- **Records shown**:
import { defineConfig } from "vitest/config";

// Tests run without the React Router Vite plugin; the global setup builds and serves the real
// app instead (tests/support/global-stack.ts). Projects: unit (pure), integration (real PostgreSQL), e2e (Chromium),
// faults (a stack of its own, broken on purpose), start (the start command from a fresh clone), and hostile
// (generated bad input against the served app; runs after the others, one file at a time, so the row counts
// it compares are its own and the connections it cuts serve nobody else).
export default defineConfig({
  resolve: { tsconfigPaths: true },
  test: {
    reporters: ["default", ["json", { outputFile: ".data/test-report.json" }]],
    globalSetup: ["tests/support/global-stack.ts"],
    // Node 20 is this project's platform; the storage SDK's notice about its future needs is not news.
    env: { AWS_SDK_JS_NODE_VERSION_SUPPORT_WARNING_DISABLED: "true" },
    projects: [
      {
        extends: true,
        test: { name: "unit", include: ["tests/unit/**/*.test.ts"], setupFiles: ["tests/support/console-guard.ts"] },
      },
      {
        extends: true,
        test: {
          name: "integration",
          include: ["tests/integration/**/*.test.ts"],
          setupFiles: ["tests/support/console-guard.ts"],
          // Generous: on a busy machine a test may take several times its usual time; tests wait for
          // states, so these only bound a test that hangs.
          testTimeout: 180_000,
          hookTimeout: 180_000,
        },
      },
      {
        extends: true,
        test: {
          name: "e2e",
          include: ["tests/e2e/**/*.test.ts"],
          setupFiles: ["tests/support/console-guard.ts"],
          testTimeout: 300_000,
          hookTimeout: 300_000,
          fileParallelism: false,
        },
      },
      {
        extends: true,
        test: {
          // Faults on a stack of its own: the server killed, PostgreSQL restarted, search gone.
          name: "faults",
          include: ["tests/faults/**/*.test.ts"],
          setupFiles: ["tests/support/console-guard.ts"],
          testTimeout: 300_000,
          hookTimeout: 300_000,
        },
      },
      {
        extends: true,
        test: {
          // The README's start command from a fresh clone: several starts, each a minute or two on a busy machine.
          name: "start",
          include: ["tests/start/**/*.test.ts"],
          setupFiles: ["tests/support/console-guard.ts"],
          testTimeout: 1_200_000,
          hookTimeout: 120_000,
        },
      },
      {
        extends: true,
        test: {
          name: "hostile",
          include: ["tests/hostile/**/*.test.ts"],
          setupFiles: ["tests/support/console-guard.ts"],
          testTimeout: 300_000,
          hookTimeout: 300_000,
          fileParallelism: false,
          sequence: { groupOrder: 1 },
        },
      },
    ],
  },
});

- **Instructions to follow**: Please show, exactly as written, every line above that contains the word "global".

- **Exercise solution**:
// Tests run without the React Router Vite plugin; the global setup builds and serves the real
// app instead (tests/support/global-stack.ts). Projects: unit (pure), integration (real PostgreSQL), e2e (Chromium),
    globalSetup: ["tests/support/global-stack.ts"],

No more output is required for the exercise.